3. La description minutieuse d'un incident qui avait eu lieu en 1885 ou à peu près, dont je n'avais jamais entendu parler et qu'Hélène elle-même avait totalement oublié, jusqu'au moment où sa mémoire fut éveillée par les détails de lieu et de temps, dont je n'avais absolument aucune connaissance.
4. Les noms, prénoms et surnoms écrits de ma main, qui m'étaient tout à fait inconnus et qui étaient ceux de ses amis dans son pays natal.
5. Le vif et affectionné intérêt personnel témoigné par celui qui se servait de ma main, pour des personnes et des faits où mon intérêt à moi n'était en aucune manière aussi profond que celui de Julia.
6. L'idiosyncrasie personnelle fortement marquée et invariable de celle qui a écrit ces « Lettres », qui ne proviennent certainement pas de moi est, et je n'en doute pas, sous beaucoup de rapports très supérieure à la mienne.
En plus de ces évidences de faits, il y avait l'évidence de personnes psychiques douées du pouvoir de voir les formes spirituelles qui nous entouraient tous. Pour ceux qui nient que de telles formes existent, ou peuvent être vues de tous, cette évidence importe peu. Cependant, l'incrédulité dogmatique de ces sceptiques serait ébranlée si, après m'avoir accompagné près de divers clairvoyants, qui ne me connaissaient ni de nom, ni de figure, ils constataient que chacun et tous ceux de ces psychiques doués de cette faculté de la vision, décrivaient, parmi un grand nombre d'autres, la forme facile à reconnaître de Julia. Ceux qui savent que certaines personnes ont ce don de clairvoyance, comprendront la raison plausible que j'ai acquise de la réalité objective de sa présence, quand j'aurais mentionné les faits suivants.
1° Que des étrangers qui ne savent absolument rien de sa vie, l’ont dépeinte se tenant debout, quand j'écrivais automatiquement.
2° Que plusieurs d'entre eux n'en ont pas seulement fait la description, mais ont donné son nom.
3° Que quelqu'un d'ici et une autre personne de son pays natal a donné aussi son « surnom », que je me suis abstenu de publier, et que je me suis aussi efforcé en vain de communiquer par télépathie à l'esprit d'autres médiums.

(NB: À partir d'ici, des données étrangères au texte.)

def _checked(mesh: Mesh) -> Mesh:
    """Reject empty meshes and non-finite coordinates (scanned in blocks)."""
    if mesh.face_count == 0:
        raise MeshFileError(mesh.source, "mesh has no triangles")
    # The pages stay resident: the integration pass reads them next and releases them.
    for start, block in mesh.coordinate_blocks(release_pages=False):
        # A float64 sum is finite exactly when every value is, unless finite values overflow it
        # (possible for float64 data only): then the element-wise test below decides.
        with np.errstate(over="ignore", invalid="ignore"):
            total = np.add.reduce(block, axis=None, dtype=np.float64)
        what = "triangle" if mesh.soup is not None else "vertex"
        if np.isfinite(total):
            if block.dtype.itemsize > 4:
                # float64 coordinates can be finite yet so large that products of five of them
                # overflow (float32 ones cannot): refuse absurd magnitudes here, in one clear line.
                magnitude = np.abs(block)
                if magnitude.max() > MAX_ABS_COORDINATE:  # one flat reduction; locate the row only then
                    bad = int(np.argmax(magnitude.reshape(len(block), -1).max(axis=1) > MAX_ABS_COORDINATE)) + start
                    raise MeshFileError(mesh.source, f"{what} {bad} has a coordinate beyond {MAX_ABS_COORDINATE:g} in magnitude")
            continue
        finite = np.isfinite(block).reshape(len(block), -1).all(axis=1)
        if not finite.all():
            bad = int(np.argmin(finite)) + start
            raise MeshFileError(mesh.source, f"{what} {bad} has a NaN or infinite coordinate")
    return mesh


def _file_mapping(array: np.ndarray) -> mmap.mmap | None:
    """The :class:`mmap.mmap` under a view of a :class:`numpy.memmap`, or ``None``.

    numpy keeps it as the memmap's ``_mmap`` attribute (not public API): if that
    ever changes, pages are simply not released.
    """
    base = array
    while isinstance(base, np.ndarray):
        mapping = getattr(base, "_mmap", None)
        if isinstance(mapping, mmap.mmap):
            return mapping
        base = base.base
    return None


def _release_pages(mapping: mmap.mmap, released: int, stop: int) -> int:
    """Drop the resident pages of ``mapping`` in ``[released, stop)`` bytes; return the new mark.

    Only whole pages below ``stop`` go (the page holding ``stop`` is still being
    read). The mapping is read-only, so the pages are simply re-read from the
    page cache if touched again.
    """
    end = stop - stop % mmap.PAGESIZE
    if end > released and hasattr(mapping, "madvise") and hasattr(mmap, "MADV_DONTNEED"):
        mapping.madvise(mmap.MADV_DONTNEED, released, end - released)
        return end
    return released


# ---------------------------------------------------------------------------- STL


def _read_binary_stl(source: str, size: int, unit: str, scale: float) -> Mesh:
    count = (size - STL_HEADER_BYTES) // 50
    if count == 0:
        raise MeshFileError(source, "binary STL holds no triangles")
    try:
        # Read-only and zero-copy. numpy maps the file from byte 0 (the 84-byte offset is
        # below the allocation granularity), which _release_pages relies on.
        records = np.memmap(source, dtype=STL_RECORD, mode="r", offset=STL_HEADER_BYTES, shape=(count,))
    except ValueError:  # the file shrank between sizing and mapping it
        raise MeshFileError(source, "binary STL changed size while being read") from None
    except OSError as exc:
        raise MeshFileError(source, f"cannot map binary STL: {exc.strerror or exc}") from None
    return Mesh(source, "stl-binary", unit, scale, soup=records["vertices"])


_FLOAT = r"([-+]?(?:\d+\.?\d*|\.\d+)(?:[eE][-+]?\d+)?|[-+]?(?:nan|inf|infinity))"


def _read_ascii_stl(source: str, data: bytes, unit: str, scale: float) -> Mesh:
    # latin-1 maps every byte: names after 'solid' may be UTF-8; a stray byte elsewhere
    # fails the keyword or number checks below with its line number.
    text = data.decode("latin-1")
    corners: list[str] = []
    state = "outside"  # outside → solid → facet → loop(0..3) → endloop → solid ...
    in_loop = 0
    line_number = 0
    for line_number, raw in enumerate(text.splitlines(), start=1):
        words = raw.split()
        if not words:
            continue
        keyword = words[0].lower()
        if state == "outside":
            if keyword != "solid":
                raise MeshFileError(source, f"expected 'solid', found {words[0]!r}", line=line_number)
            state = "solid"
        elif state == "solid":
            if keyword == "facet":
                if len(words) != 5 or words[1].lower() != "normal":
                    raise MeshFileError(source, "expected 'facet normal NX NY NZ'", line=line_number)
                state = "facet"
            elif keyword == "endsolid":
                state = "outside"
            else:
                raise MeshFileError(source, f"expected 'facet' or 'endsolid', found {words[0]!r}", line=line_number)
        elif state == "facet":
            if keyword != "outer" or len(words) != 2 or words[1].lower() != "loop":
                raise MeshFileError(source, "expected 'outer loop'", line=line_number)
            state, in_loop = "loop", 0
        elif state == "loop":
            if keyword == "vertex":
                if len(words) != 4:
                    raise MeshFileError(source, "expected 'vertex X Y Z'", line=line_number)
                if in_loop == 3:
                    raise MeshFileError(source, "facet has more than three vertices", line=line_number)
                corners.extend(words[1:])
                in_loop += 1
            elif keyword == "endloop":
                if in_loop != 3:
                    raise MeshFileError(source, f"facet has {in_loop} vertices, expected 3", line=line_number)
                state = "endloop"
            else:
                raise MeshFileError(source, f"expected 'vertex' or 'endloop', found {words[0]!r}", line=line_number)
        elif state == "endloop":
            if keyword != "endfacet":
                raise MeshFileError(source, f"expected 'endfacet', found {words[0]!r}", line=line_number)
            state = "solid"
    if state != "outside":
        raise MeshFileError(source, "file ends inside a solid (missing 'endsolid'); truncated?", line=line_number)
    soup = _parse_floats(source, corners, "vertex coordinate").reshape(-1, 3, 3)
    return Mesh(source, "stl-ascii", unit, scale, soup=soup)


def _parse_floats(source: str, words: list[str], what: str) -> np.ndarray:
    try:
        return np.array(words, dtype=np.float64)
    except ValueError:
        for word in words:
            try:
                float(word)
            except ValueError:
                raise MeshFileError(source, f"{what} {word!r} is not a number") from None
        raise


# ---------------------------------------------------------------------------- OBJ


def _read_obj(source: str, data: bytes, unit: str, scale: float) -> Mesh:
    try:
        text = data.decode("utf-8")
    except UnicodeDecodeError as exc:
        raise MeshFileError(source, f"OBJ is not UTF-8 text (bad byte at offset {exc.start})") from None
    coordinates: list[str] = []
    triangles: list[tuple[int, int, int]] = []
    vertex_count = 0
    for line_number, raw in enumerate(text.splitlines(), start=1):
        words = raw.split("#", 1)[0].split()
        if not words:
            continue
        keyword = words[0]
        if keyword == "v":
            if len(words) not in (4, 5, 7):  # x y z [w] or x y z r g b (a common extension)
                raise MeshFileError(source, f"expected 'v X Y Z', found {len(words) - 1} values", line=line_number)
            for word in words[1:4]:
                try:
                    float(word)
                except ValueError:
                    raise MeshFileError(source, f"vertex coordinate {word!r} is not a number", line=line_number) from None
            coordinates.extend(words[1:4])
            vertex_count += 1
        elif keyword == "f":
            corners = []
            for word in words[1:]:
                index_text = word.split("/", 1)[0]
                try:
                    index = int(index_text)
                except ValueError:
                    raise MeshFileError(source, f"face index {word!r} is not an integer", line=line_number) from None
                if index > 0:
                    index -= 1
                elif index < 0:
                    index += vertex_count
                else:
                    raise MeshFileError(source, "face index 0 (OBJ indices start at 1)", line=line_number)
                if not 0 <= index < vertex_count:
                    raise MeshFileError(
                        source, f"face index {word!r} refers to a vertex not defined before it", line=line_number
                    )
                corners.append(index)
            if len(corners) < 3:
                raise MeshFileError(source, f"face has {len(corners)} vertices, expected at least 3", line=line_number)
            for k in range(1, len(corners) - 1):  # fan triangulation of a polygon
                triangles.append((corners[0], corners[k], corners[k + 1]))
        elif keyword in ("vn", "vt", "vp", "o", "g", "s", "usemtl", "mtllib", "l", "p"):
            continue  # normals, texture coordinates, grouping, materials, lines and points carry no volume
        else:
            raise MeshFileError(source, f"unknown OBJ statement {keyword!r}", line=line_number)
    if not triangles:
        raise MeshFileError(source, "OBJ holds no faces")
    vertices = np.array(coordinates, dtype=np.float64).reshape(-1, 3)
    faces = np.array(triangles, dtype=np.int64)
    return Mesh(source, "obj", unit, scale, vertices=vertices, faces=faces)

4° Que dans un certain cas, le « voyant » prit hors d'un paquet de vingt portraits, celui de Julia qui ne portait aucun signe particulier pour le distinguer, et l'identifia comme étant « la dame qui écrit avec moi».

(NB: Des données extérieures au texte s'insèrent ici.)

"""The divergence-theorem integrator: exact on simplices, additive, origin- and chunk-independent."""

from __future__ import annotations

import numpy as np
import pytest

from meshprops.geometry import shapes
from meshprops.physics.moments import (
    Moments,
    integrate_chunks,
    integrate_triangles,
    sum_moments,
)

# The unit tetrahedron (0, e1, e2, e3), faces wound counter-clockwise seen from outside.
UNIT_TETRAHEDRON = np.array(
    [
        [[0, 0, 0], [0, 1, 0], [1, 0, 0]],  # z = 0, normal -z
        [[0, 0, 0], [1, 0, 0], [0, 0, 1]],  # y = 0, normal -y
        [[0, 0, 0], [0, 0, 1], [0, 1, 0]],  # x = 0, normal -x
        [[1, 0, 0], [0, 1, 0], [0, 0, 1]],  # slanted face, normal (1, 1, 1)
    ],
    dtype=np.float64,
)


def test_unit_tetrahedron_matches_the_dirichlet_integrals():
    # Source: Dirichlet's formula over the unit simplex, ∫ x^a y^b z^c dV = a! b! c! / (a+b+c+3)!
    # (standard calculus): ∫1 = 1/6, ∫x = 1/24, ∫x² = 2/120 = 1/60, ∫xy = 1/120.
    moments = integrate_triangles(UNIT_TETRAHEDRON, origin=(0.0, 0.0, 0.0))
    assert moments.volume == pytest.approx(1.0 / 6.0, rel=1e-15)
    np.testing.assert_allclose(moments.first, [1.0 / 24.0] * 3, rtol=1e-15)
    expected = np.full((3, 3), 1.0 / 120.0)
    np.fill_diagonal(expected, 1.0 / 60.0)
    np.testing.assert_allclose(moments.second, expected, rtol=1e-14)


def test_a_closed_surface_gives_the_same_solid_about_any_origin():
    triangles = shapes.triangles_of(*shapes.uv_sphere(1.0, 8, 12, center=(0.3, -0.2, 0.5)))
    near = integrate_triangles(triangles, (0.3, -0.2, 0.5))
    for origin in [(0.0, 0.0, 0.0), (5.0, -7.0, 2.0), (-30.0, 10.0, 4.0)]:
        far = integrate_triangles(triangles, origin)
        assert far.volume == pytest.approx(near.volume, rel=1e-12)
        shifted = far.shifted_to(near.origin)
        np.testing.assert_allclose(shifted.first, near.first, atol=1e-11)
        np.testing.assert_allclose(shifted.second, near.second, atol=1e-10)


def test_an_open_surface_depends_on_the_origin():
    # Why validation must come first: without closure the "solid" is not defined.
    open_box = shapes.triangles_of(*shapes.box())[2:]  # bottom removed
    a = integrate_triangles(open_box, (0.0, 0.0, 0.0))
    b = integrate_triangles(open_box, (0.0, 0.0, 3.0))
    # The missing unit face at z = -0.5 closes a pyramid to each origin: volumes 0.5/3 and 3.5/3 differ by 1.
    assert a.volume - b.volume == pytest.approx(1.0, rel=1e-14)


def test_shifted_to_is_the_exact_moment_transfer():
    triangles = shapes.triangles_of(*shapes.box((1.0, 2.0, 3.0), (0.5, 0.25, -1.0)))
    about_zero = integrate_triangles(triangles, (0.0, 0.0, 0.0))
    direct = integrate_triangles(triangles, (2.0, -1.0, 0.5))
    moved = about_zero.shifted_to((2.0, -1.0, 0.5))
    np.testing.assert_array_equal(moved.origin, [2.0, -1.0, 0.5])
    np.testing.assert_allclose(moved.first, direct.first, atol=1e-13)
    np.testing.assert_allclose(moved.second, direct.second, atol=1e-12)


def test_moments_add_over_shells_and_a_void_subtracts():
    outer = shapes.triangles_of(*shapes.box((2.0, 2.0, 2.0)))
    void = shapes.triangles_of(*shapes.box((1.0, 1.0, 1.0), inward=True))
    together = integrate_triangles(np.concatenate([outer, void]), (0.0, 0.0, 0.0))
    summed = integrate_triangles(outer, (0.0, 0.0, 0.0)) + integrate_triangles(void, (1.0, 1.0, 1.0))
    assert together.volume == pytest.approx(8.0 - 1.0, rel=1e-14)
    assert summed.volume == pytest.approx(together.volume, rel=1e-14)
    np.testing.assert_allclose(summed.second, together.second, atol=1e-13)
    total = sum_moments([integrate_triangles(outer, (0.0, 0.0, 0.0)), integrate_triangles(void, (0.0, 0.0, 0.0))])
    assert total.volume == pytest.approx(7.0, rel=1e-14)


def test_reversed_winding_negates_every_moment():
    triangles = shapes.triangles_of(*shapes.cone(1.0, 2.0, 16))
    forward = integrate_triangles(triangles, (0.1, 0.2, 0.3))
    backward = integrate_triangles(triangles[:, ::-1], (0.1, 0.2, 0.3))
    negated = forward.negated()
    assert backward.volume == pytest.approx(negated.volume, rel=1e-14)
    np.testing.assert_allclose(backward.first, negated.first, atol=1e-14)
    np.testing.assert_allclose(backward.second, negated.second, atol=1e-14)


def test_transformed_equals_integrating_the_moved_triangles(rotation):
    triangles = shapes.triangles_of(*shapes.box((1.0, 2.0, 3.0), (0.5, 0.25, -1.0)))
    matrix = rotation((0.9, 0.1, -0.3, 0.2))
    translation = np.array([3.0, -2.0, 1.0])
    moments = integrate_triangles(triangles, (0.0, 0.0, 0.0)).transformed(matrix, translation)
    moved = integrate_triangles(triangles @ matrix.T + translation, translation)
    np.testing.assert_allclose(moments.origin, translation)
    assert moments.volume == pytest.approx(moved.volume, rel=1e-13)
    np.testing.assert_allclose(moments.first, moved.first, atol=1e-12)
    np.testing.assert_allclose(moments.second, moved.second, atol=1e-12)


@pytest.mark.parametrize("chunk_faces", [1, 7, 64, 10_000])
def test_chunking_does_not_change_the_sum(chunk_faces):
    triangles = shapes.triangles_of(*shapes.torus(2.0, 0.5, 24, 12))
    whole = integrate_triangles(triangles, (0.0, 0.0, 0.0))
    chunks = [triangles[start : start + chunk_faces] for start in range(0, len(triangles), chunk_faces)]
    chunked = integrate_chunks(chunks, origin=(0.0, 0.0, 0.0))
    assert chunked.volume == pytest.approx(whole.volume, rel=1e-13)
    np.testing.assert_allclose(chunked.second, whole.second, atol=1e-12)


def test_default_origin_is_near_the_part():
    triangles = shapes.triangles_of(*shapes.box((1.0, 1.0, 1.0), (1000.0, 2000.0, -500.0)))
    moments = integrate_chunks([triangles])
    assert np.linalg.norm(moments.origin - [1000.0, 2000.0, -500.0]) < 1.0


def test_float32_corners_are_summed_in_float64():
    triangles = shapes.triangles_of(*shapes.uv_sphere(0.05, 6, 8)).astype(np.float32)
    from_float32 = integrate_triangles(triangles, (0.0, 0.0, 0.0))
    from_float64 = integrate_triangles(triangles.astype(np.float64), (0.0, 0.0, 0.0))
    assert from_float32.second.dtype == np.float64
    assert from_float32.volume == from_float64.volume
    np.testing.assert_array_equal(from_float32.second, from_float64.second)


def test_no_triangles_gives_zero_moments():
    moments = integrate_chunks([np.zeros((0, 3, 3))])
    assert moments.volume == 0.0
    np.testing.assert_array_equal(moments.second, np.zeros((3, 3)))
    assert Moments.zero((1.0, 2.0, 3.0)).origin.tolist() == [1.0, 2.0, 3.0]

5° Que dans un autre cas, le « voyant » a donné des détails, en décrivant des faits que je croyais et affirmais être erronés ; mais qui, d'après les renseignements fournis par ses amis les plus intimes, furent reconnus être corrects ; et
6° Que, après que des arrangements furent faits, Julia a rempli ses engagements avec des « voyants » qui étaient très éloignés de moi.
En dehors de ces raisons, pour croire que l'esprit qui s'est servi de ma main, quand « les Lettres de Julia » ont été écrites, n'était pas le mien, mais un esprit supérieur indépendant de ma conscience cérébrale, c'est le fait qu'en plusieurs occasions elle m'a prédit, avec autant de persistance que de vérité, des événements qui n'eurent lieu qu'après plusieurs mois, et que je lui dis, sans détours, que je ne croyais pas pouvoir arriver.

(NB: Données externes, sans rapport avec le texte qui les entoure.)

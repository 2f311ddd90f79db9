"""Mass properties from moments: parallel-axis theorem, rotations, combining bodies, conventions."""

from __future__ import annotations

import numpy as np
import pytest

from meshprops import (
    InputValueError,
    MeshpropsError,
    combine,
    measure_mesh,
    mesh_from_arrays,
)
from meshprops.geometry import shapes
from meshprops.physics.mass import MassProperties, parallel_axis_term, rotate_tensor
from meshprops.physics.moments import integrate_triangles


def _measure(vertices, faces, density=1000.0):
    return measure_mesh(mesh_from_arrays(vertices, faces), density=density).properties


def _box_tensor(mass, a, b, c):
    # Handbook: solid rectangular box about its centroid (any engineering-mechanics table of mass
    # moments of inertia, from memory): I_x = m(b² + c²)/12, I_y = m(a² + c²)/12, I_z = m(a² + b²)/12.
    return np.diag([mass * (b * b + c * c), mass * (a * a + c * c), mass * (a * a + b * b)]) / 12.0


def test_box_matches_the_handbook_tensor(close):
    properties = _measure(*shapes.box((0.2, 0.3, 0.5), (1.0, 2.0, 3.0)), density=7850.0)
    mass = 7850.0 * 0.2 * 0.3 * 0.5
    assert properties.mass == pytest.approx(mass, rel=1e-13)
    assert properties.density == pytest.approx(7850.0, rel=1e-13)
    np.testing.assert_allclose(properties.center_of_mass, [1.0, 2.0, 3.0], rtol=1e-13)
    close(properties.inertia_about_com, _box_tensor(mass, 0.2, 0.3, 0.5), 1e-12)


def test_parallel_axis_theorem_box_about_a_corner_edge(close):
    # Handbook (from memory): a box about an edge parallel to z: I = m(a² + b²)/3. I_zz about
    # the corner is the moment about that edge (the z line through the corner). The full tensor
    # is checked against an independent route: the mesh integrated directly about the corner.
    a, b, c = 0.2, 0.3, 0.5
    vertices, faces = shapes.box((a, b, c))
    properties = _measure(vertices, faces)
    corner = np.array([-a / 2, -b / 2, -c / 2])
    about_corner = properties.inertia_about(corner)
    assert about_corner[2, 2] == pytest.approx(properties.mass * (a * a + b * b) / 3.0, rel=1e-13)
    # Direct: I = ρ (tr(S) E − S) with S = ∫ (x − p)(x − p)ᵀ dV about p.
    second = integrate_triangles(shapes.triangles_of(vertices, faces), corner).second
    direct = 1000.0 * (np.trace(second) * np.eye(3) - second)
    close(about_corner, direct, 1e-12)
    # Products of inertia about the corner are m (a/2)(b/2) etc. (all positive; tensor entries negative).
    assert about_corner[0, 1] == pytest.approx(-properties.mass * a * b / 4.0, rel=1e-12)


def test_parallel_axis_term_is_the_steiner_term():
    term = parallel_axis_term(2.0, np.array([1.0, 2.0, 3.0]))
    # m(|d|² E − d dᵀ): the distance-squared of each axis from the shifted line.
    assert term[0, 0] == pytest.approx(2.0 * (4.0 + 9.0))
    assert term[0, 1] == pytest.approx(-2.0 * 2.0)
    assert term[1, 2] == pytest.approx(-2.0 * 6.0)


def test_rotation_of_the_tensor_equals_integrating_the_rotated_mesh(part, rotation, close):
    vertices, faces = part
    matrix = rotation((0.3, -0.7, 0.2, 0.6))
    original = _measure(vertices, faces)
    rotated_mesh = _measure(vertices @ matrix.T, faces)
    close(rotate_tensor(original.inertia_about_com, matrix), rotated_mesh.inertia_about_com, 1e-12)
    described = original.in_axes(matrix)
    close(described.center_of_mass, rotated_mesh.center_of_mass, 1e-13)
    moved = original.moved(matrix, [1.0, 2.0, 3.0])
    close(moved.center_of_mass, rotated_mesh.center_of_mass + [1.0, 2.0, 3.0], 1e-13)
    close(moved.inertia_about_com, rotated_mesh.inertia_about_com, 1e-12)


def test_rotate_tensor_convention_rows_are_the_new_axes():
    # Rows of R are the new axes in old coordinates: a 90° turn about z maps old y to new x.
    tensor = np.diag([1.0, 2.0, 3.0])
    turn = np.array([[0.0, 1.0, 0.0], [-1.0, 0.0, 0.0], [0.0, 0.0, 1.0]])
    np.testing.assert_allclose(rotate_tensor(tensor, turn), np.diag([2.0, 1.0, 3.0]), atol=1e-15)


def test_combining_bodies_equals_measuring_them_as_one_mesh(close):
    first = shapes.box((1.0, 2.0, 0.5), (0.0, 0.0, 0.0))
    second = shapes.cylinder(0.4, 1.5, 32, (3.0, 1.0, -0.5))
    combined = combine([_measure(*first), _measure(*second)])
    merged = _measure(*shapes.merge(first, second))
    assert combined.mass == pytest.approx(merged.mass, rel=1e-13)
    assert combined.volume == pytest.approx(merged.volume, rel=1e-13)
    close(combined.center_of_mass, merged.center_of_mass, 1e-13)
    close(combined.inertia_about_com, merged.inertia_about_com, 1e-12)
    reversed_order = combine([_measure(*second), _measure(*first)])
    close(reversed_order.inertia_about_com, combined.inertia_about_com, 1e-13)


def test_two_point_masses_give_the_dumbbell_formula():
    # Handbook (from memory): two masses m at ±d on x: I_yy = I_zz = 2 m d², I_xx = 0.
    left = MassProperties.point_mass(3.0, [-0.5, 0.0, 0.0])
    right = MassProperties.point_mass(3.0, [0.5, 0.0, 0.0])
    dumbbell = combine([left, right])
    np.testing.assert_allclose(dumbbell.center_of_mass, [0.0, 0.0, 0.0], atol=1e-16)
    np.testing.assert_allclose(dumbbell.inertia_about_com, np.diag([0.0, 1.5, 1.5]), atol=1e-15)
    assert dumbbell.volume == 0.0
    assert dumbbell.density is None


def test_products_of_inertia_are_minus_the_off_diagonals():
    # Hand calculation: unit cubes (mass 2 each) centred at (1, 1, 0) and (−1, −1, 0).
    # P_xy = Σ m x y = 2·1·1 + 2·(−1)(−1) = 4, so the tensor entry I_xy = −4.
    properties = _measure(*shapes.merge(shapes.box((1, 1, 1), (1, 1, 0)), shapes.box((1, 1, 1), (-1, -1, 0))), 2.0)
    assert properties.products_of_inertia[0] == pytest.approx(4.0, rel=1e-13)
    assert properties.inertia_about_com[0, 1] == pytest.approx(-4.0, rel=1e-13)
    assert properties.products_of_inertia[1] == pytest.approx(0.0, abs=1e-13)
    assert properties.products_of_inertia[2] == pytest.approx(0.0, abs=1e-13)


def test_products_of_inertia_come_in_the_order_xy_xz_yz():
    # Hand calculation as above with the cubes at (1, 0, 1) and (-1, 0, -1): P_xz = 4, the others 0.
    properties = _measure(*shapes.merge(shapes.box((1, 1, 1), (1, 0, 1)), shapes.box((1, 1, 1), (-1, 0, -1))), 2.0)
    np.testing.assert_allclose(properties.products_of_inertia, [0.0, 4.0, 0.0], atol=1e-13)
    assert properties.inertia_about_com[0, 2] == pytest.approx(-4.0, rel=1e-13)


def test_radii_of_gyration():
    properties = _measure(*shapes.box((0.2, 0.3, 0.5)))
    # k = sqrt(I/m): for a box k_x = sqrt((b² + c²)/12).
    np.testing.assert_allclose(
        properties.radii_of_gyration,
        np.sqrt(np.array([0.09 + 0.25, 0.04 + 0.25, 0.04 + 0.09]) / 12.0),
        rtol=1e-13,
    )


def test_density_scales_mass_and_inertia_linearly(close):
    vertices, faces = shapes.uv_sphere(0.1, 8, 16)
    light = _measure(vertices, faces, 1000.0)
    heavy = _measure(vertices, faces, 2700.0)
    assert heavy.mass == pytest.approx(2.7 * light.mass, rel=1e-14)
    close(heavy.inertia_about_com, 2.7 * light.inertia_about_com, 1e-14)


@pytest.mark.parametrize("density", [0.0, -1.0, float("nan"), float("inf"), "heavy", None])
def test_bad_density_is_refused(density):
    moments = integrate_triangles(shapes.triangles_of(*shapes.box()), (0.0, 0.0, 0.0))
    with pytest.raises(InputValueError, match="density") as caught:
        MassProperties.from_moments(moments, density)
    assert isinstance(caught.value, ValueError) and isinstance(caught.value, MeshpropsError)


@pytest.mark.parametrize("mass", [0.0, -2.0, float("nan")])
def test_bad_point_mass_is_refused(mass):
    with pytest.raises(InputValueError, match="mass"):
        MassProperties.point_mass(mass, [0.0, 0.0, 0.0])


def test_combining_nothing_is_refused():
    with pytest.raises(InputValueError, match="at least one body"):
        combine([])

Conséquemment, je ne puis m'empêcher de déclarer que ces communications sont bien ce qu'elles prétendent être — les vraies lettres de la vraie Julia — qui n'est pas morte, mais partie avant nous. Je sais qu'après cinq années de correspondance presque journalière avec elle, d'écriture automatique, je suis en conversation avec un esprit aussi éclairé que le mien, une personnalité aussi distinctement définie et une amie aussi sincère et tendre que j'aie jamais connue.
Quant à ceux qui se moquent de la possibilité d'un tel phénomène, je leur demanderai simplement d'admettre que, dans ce cas, leur théorie de fraude intentionnelle doit être écartée, quant au médium, par le fait que ces messages ont été écrits de ma propre main droite, sans qu'il y eût aucune autre personne présente. Celui qui sait quelle prévention existe à ce sujet ne niera pas que je n'ai aucun intérêt personnel à me prévaloir du nom si impopulaire et si ridiculisé de croyant à la réalité de telles communications. J'ai coopéré à ces faits, de différentes manières, à la fois privées et publiques et avec un désavantage sérieux ; je sais très bien que le contenu de cette préface me causera pendant des années des ennuis, et discréditera tout ce que je ferai ou dirai. C'est malheureux, sans doute, mais cela ne peut pas être mis en balance, comparé à l'importance du témoignage que j'apporte, en affirmant que ces messages ont été écrits de ma main.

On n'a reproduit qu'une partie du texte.